依頼の内容はどれも身内がマスカであるかどうかの調査。
なぜこれほどまでに同じ依頼があるのか、原因は全く心当たりがないが。
「落ち着いて。一人ずつ伺います。えーと貴方は?」
人だかりを一度宥めて、リュクレーヌは先頭に立つ女性に名前を聞く。
「リジュです」
「リジュさん。

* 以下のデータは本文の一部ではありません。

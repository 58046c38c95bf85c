package method

import "testing"

// Check values: R 4.2.2 via testdata/rref/groups.R (bartlett.test,
// var.test; Brown-Forsythe written out as the ANOVA of |x - median|).
func TestGrpSpreadAgainstR(t *testing.T) {
	sets, ref := grpLoadSets(t), grpLoadRef(t)
	for _, name := range grpSetNames(sets) {
		s, r := sets[name], ref[name]
		bf, err := BrownForsythe(s.f)
		if err != nil {
			t.Fatalf("%s: %v", name, err)
		}
		grpNear(t, name+" BF F", bf.F, grpRef(t, r, "bf.F"), 1e-9)
		grpNear(t, name+" BF p", bf.P, grpRef(t, r, "bf.p"), 1e-9)
		b, err := Bartlett(s.f)
		if err != nil {
			t.Fatalf("%s: %v", name, err)
		}
		grpNear(t, name+" Bartlett", b.K2, grpRef(t, r, "bartlett.K2"), 1e-9)
		grpNear(t, name+" Bartlett p", b.P, grpRef(t, r, "bartlett.p"), 1e-9)
		sd, err := SDRatio(s.f, 0.95)
		if err != nil {
			t.Fatalf("%s: %v", name, err)
		}
		grpNear(t, name+" SD ratio", sd.Ratio, grpRef(t, r, "sdratio.ratio"), 1e-12)
		if float64(sd.Largest) != grpRef(t, r, "sdratio.largest") || float64(sd.Smallest) != grpRef(t, r, "sdratio.smallest") {
			t.Errorf("%s: largest %d smallest %d", name, sd.Largest, sd.Smallest)
		}
		if sd.HasCI != (len(s.f) == 2) {
			t.Errorf("%s: HasCI %v", name, sd.HasCI)
		}
		if !sd.HasCI {
			continue
		}
		grpNear(t, name+" SD ratio lo", sd.Lo, grpRef(t, r, "sdratio.lo"), 1e-9)
		grpNear(t, name+" SD ratio hi", sd.Hi, grpRef(t, r, "sdratio.hi"), 1e-9)
		grpNear(t, name+" var F", sd.F, grpRef(t, r, "sdratio.F"), 1e-12)
		grpNear(t, name+" var p", sd.P, grpRef(t, r, "sdratio.p"), 1e-9)
	}
}
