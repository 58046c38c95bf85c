package method

import (
	"math"
	"strconv"
	"strings"
	"testing"

	"lotlens/stats/internal/rref"
)

// The interpolated median interval (Hettmansperger and Sheather 1986)
// against the formula written out in R 4.2.2 (testdata/rref/medianci.R) on
// invented sets at 90, 95 and 99%, with the exact interval and its achieved
// level from MedianInterval.
func TestMedianIntervalInterpolatedR(t *testing.T) {
	ref := rref.Load(t, "medianci.tsv", 10)
	for key, r := range ref {
		set, lv, _ := strings.Cut(key, "@")
		conf, _ := strconv.ParseFloat(lv, 64)
		x, _, _ := rref.Set(t, set)
		n := len(x)
		k, level, reached := MedianInterval(n, conf)
		if !reached || k != int(r["k"]) || math.Abs(level-r["level"]) > 1e-12 {
			t.Errorf("%s: k %d level %.15g, R 4.2.2: k %v level %.15g", key, k, level, r["k"], r["level"])
			continue
		}
		lo, hi, ok := MedianIntervalInterpolated(x, conf)
		if !ok {
			t.Errorf("%s: no interpolated interval", key)
			continue
		}
		tol := 1e-12 * math.Max(1, math.Abs(r["hi"]))
		if math.Abs(lo-r["lo"]) > tol || math.Abs(hi-r["hi"]) > tol {
			t.Errorf("%s: [%.17g, %.17g], R 4.2.2 [%.17g, %.17g]", key, lo, hi, r["lo"], r["hi"])
		}
		// inside the exact interval
		if lo < x[k-1] || hi > x[n-k] {
			t.Errorf("%s: interpolated interval outside the exact one", key)
		}
	}
	// Not reachable: 5 values at 99% (the widest interval reaches 93.75%,
	// 1 - 2/32, Binomial(5, 1/2) from memory).
	if _, _, ok := MedianIntervalInterpolated([]float64{1, 2, 3, 4, 5}, 0.99); ok {
		t.Error("5 values at 99%: interpolation should not apply")
	}
}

そうですね、旦那さんをマスカだと疑う理由は?」
「ありません」
「は?」
リジュはきっぱりと言い切る。
リュクレーヌとフランはきょとんとした。
二人の態度にリジュはもう一度毅然とした態度で口を開き直した。
「そんなものは有りません」
「じゃあ、どうして」
「だって、怖いじゃないですか!自分と寝食を共にしている身内が殺戮兵器だなんて……」
「……はぁ」
つまり、リジュは自分の傍に殺戮兵器が居るかもしれないという不安からリュクレーヌに依頼をしたという訳だ。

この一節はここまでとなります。